Focus sur les utilisations réglementaires
- Les utilisations réglementaires (contrôles d’activité, tests d’innocuité et de toxicité…) sont en diminution continue depuis 2015 au moins et ne représentent plus que 10% de l’expérimentation animale en France.
- Deux tiers des utilisations de chiens (soit 2500-3000 individus par an) et la moitié des utilisations de primates (soit 1500-1800 singes et guenons par an) se situent dans cette catégorie.
- Le remplacement de ces « tests », contrairement à l’utilisation d’animaux en recherche fondamentale ou appliquée, est soumis à la validation des méthodes de substitution par le Centre européen de validation des méthodes alternatives (ECVAM) et à leur adoption dans les textes réglementaires.
- Le test de détection des pyrogènes, qui concerne presque uniquement des lapins, disparait des textes de la Pharmacopée européenne à compter de juillet 2025, plus de vingt ans après la validation de ses alternatives par l’ECVAM.
- Les méthodes létales d’évaluation de la toxicité aiguë (notamment la dose létale 50 et la concentration létale 50, qui cherchent à déterminer quelle dose tuera la moitié des animaux) concernent encore plusieurs milliers d’individus chaque année en France, en particulier pour les tests de médicaments vétérinaires.
- La quasi-totalité de ces utilisations répond à des législations de l’Union européenne.
- La grande majorité concerne les tests de médicaments à usage humain réalisés avant les essais cliniques.
- Plusieurs milliers d’animaux sont utilisés chaque année pour tester des biocides, des pesticides ou d’autres produits phytopharmaceutiques.
- Les tests relatifs aux produits chimiques industriels, qui relèvent de la réglementation REACH, concernent de plus en plus d’animaux chaque année en France (plus de 20.000 en 2023). Ce nombre peut inclure des animaux utilisés pour tester des ingrédients cosmétiques multi-usages ou même des ingrédients exclusivement cosmétiques pour l’évaluation de la sécurité des travailleurs.
Le contrôle génétique
- Plus de 800.000 animaux génétiquement modifiés sont recensés chaque année en France.
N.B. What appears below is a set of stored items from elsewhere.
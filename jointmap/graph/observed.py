"""Which components each observation row has, and the rows of each combination as arrays."""

from __future__ import annotations

from dataclasses import dataclass

import numpy as np
from numpy.typing import NDArray

from jointmap import frames
from jointmap.ingest.survey import SIGMA_COLUMNS, VALUE_COLUMNS, Observations

Floats = NDArray[np.float64]
Ints = NDArray[np.int64]
Bools = NDArray[np.bool_]

_POINT = ("bearing_rad", "elevation_rad", "range_m", "x_m", "y_m", "z_m")
#: Place of each Cartesian component in the table order of a full covariance.
_TABLE_ORDER = {"x_m": 0, "y_m": 1, "z_m": 2}


@dataclass(frozen=True)
class ObservedRows:
    """Rows of one sensor with one set of components; arrays as in ``Block``."""

    sensor: str
    components: tuple[str, ...]
    rows: Ints
    obs: Floats
    sigma: Floats
    covariance: Floats | None


@dataclass(frozen=True)
class Parts:
    """All usable rows by combination, and the mask of rows that observe nothing."""

    parts: list[ObservedRows]
    empty: Bools


def split_by_components(table: Observations, usable: Bools, dimension: int, kind: str) -> Parts:
    """Group rows (n,) by sensor and by which components they carry.

    A row with position and orientation becomes one relative pose; range, bearing and elevation
    are turned into the position with their covariance when an orientation comes with them. An
    orientation without a full position is left aside, since the position alone decides.
    """
    value = table.value
    seen = np.isfinite(value)
    point = seen[:, : len(_POINT)].copy()
    if dimension == 2:
        point[:, [1, 5]] = False
    turned = seen[:, 6] if dimension == 2 else seen[:, 7:11].all(axis=1)
    cartesian: Bools = np.asarray(
        point[:, 3:5].all(axis=1) & (point[:, 5] if dimension == 3 else True)
    )
    polar: Bools = np.asarray(
        point[:, [0, 2]].all(axis=1) & (point[:, 1] if dimension == 3 else True)
    )
    pose = usable & turned & (cartesian | polar)
    rest = usable & ~pose
    # Cartesian and polar forms of one row say the same thing twice; the Cartesian one is kept.
    both = cartesian & polar
    point[both, :3] = False
    code = point @ (1 << np.arange(len(_POINT)))
    parts = []
    for sensor in np.unique(table.sensor[usable]):
        mine = table.sensor == sensor
        name = table.sensors[sensor]
        rows = np.flatnonzero(mine & pose)
        if len(rows):
            parts.append(_pose_rows(table, rows, name, dimension, cartesian))
        for pattern in np.unique(code[mine & rest]):
            if pattern == 0:
                continue
            rows = np.flatnonzero(mine & rest & (code == pattern))
            parts.append(_point_rows(table, rows, name, int(pattern)))
    return Parts(parts, rest & (code == 0))


def _point_rows(table: Observations, rows: Ints, sensor: str, pattern: int) -> ObservedRows:
    columns = [i for i in range(len(_POINT)) if pattern >> i & 1]
    names = tuple(_POINT[i] for i in columns)
    covariance = None
    if table.cov is not None and all(n in _TABLE_ORDER for n in names):
        place = np.array([_TABLE_ORDER[n] for n in names])
        covariance = table.cov[rows][:, place[:, None], place[None, :]]
        covariance = covariance if np.isfinite(covariance).any() else None
    return ObservedRows(
        sensor,
        names,
        rows,
        table.value[rows][:, [VALUE_COLUMNS.index(n) for n in names]],
        table.sigma[rows][:, [SIGMA_COLUMNS.index(n) for n in names]],
        covariance,
    )


def _pose_rows(
    table: Observations, rows: Ints, sensor: str, dimension: int, cartesian: Bools
) -> ObservedRows:
    group = frames.group(dimension)
    value, sigma = table.value[rows], table.sigma[rows]
    xyz = value[:, 3 : 3 + dimension]
    polar = ~cartesian[rows]
    xyz = np.where(polar[:, None], _from_polar(value, dimension), xyz)
    turn = value[:, 6:7] if dimension == 2 else value[:, 7:11]
    obs = group.from_rows(np.concatenate([xyz, turn], axis=1))
    wanted = ("x_m", "y_m", "rz_rad") if dimension == 2 else (
        "x_m", "y_m", "z_m", "rx_rad", "ry_rad", "rz_rad"
    )  # fmt: skip
    spread = sigma[:, [SIGMA_COLUMNS.index(n) for n in wanted]]
    full = np.full((len(rows), group.dof, group.dof), np.nan)
    stated = np.isfinite(spread).all(axis=1)
    full[stated] = (spread[stated, :, None] * np.eye(group.dof)) ** 2
    if table.cov is not None:
        own = np.isfinite(table.cov[rows]).all(axis=(1, 2))
        full[own] = table.cov[rows][own]
    return ObservedRows(
        sensor,
        ("pose",),
        rows,
        obs,
        np.full((len(rows), group.dof), np.nan),
        group.covariance_from_table(obs, full),
    )


def _from_polar(value: Floats, dimension: int) -> Floats:
    bearing, elevation, distance = value[:, 0], value[:, 1], value[:, 2]
    if dimension == 2:
        return np.stack([distance * np.cos(bearing), distance * np.sin(bearing)], axis=1)
    flat = distance * np.cos(elevation)
    return np.stack(
        [flat * np.cos(bearing), flat * np.sin(bearing), distance * np.sin(elevation)], axis=1
    )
- Il s’agit très majoritairement de souris, mais également de milliers de rats, de lapins et de poissons, et de dizaines de chiens et de cochons.
- Certaines modifications génétiques impliquent un phénotype dommageable, c’est-à-dire des souffrances pour les animaux. C’est le cas des chiens myopathes (qui sont de moins en moins nombreux mais font encore l’objet d’élevages), et de nombreuses souches de rongeurs, dont le nombre augmente au fil des années.
- Au moins avant 2022 (et possiblement encore), ces chiffres n’incluent pas les animaux élevés, utilisés comme reproducteurs, et tués dans le cadre de la création ou du maintien de lignées génétiquement modifiées sans phénotype dommageable, qui étaient plus de 670.000 (dont plus de 650.000 souris) en France en 2017.
- Les méthodes de génotypage, qui servent à vérifier le statut génétique des animaux destinés à être utilisés, sont recensées depuis 2022 – les méthodes invasives devant faire l’objet d’autorisations de projet vu la souffrance qu’ils impliquent pour les animaux.
- Les coupes d’un bout de queue, d’oreille ou de nageoire, qui concernent les rongeurs et les poissons, sont les méthodes les plus fréquentes, appliquées à des centaines de milliers d’animaux chaque année.
- La phalangectomie, qui consiste à couper plusieurs phalanges réparties sur les différentes pattes des souriceaux et ratons afin de les identifier par code numérique et de les génotyper, reste autorisée et concerne plusieurs dizaines de milliers d’individus par an en France.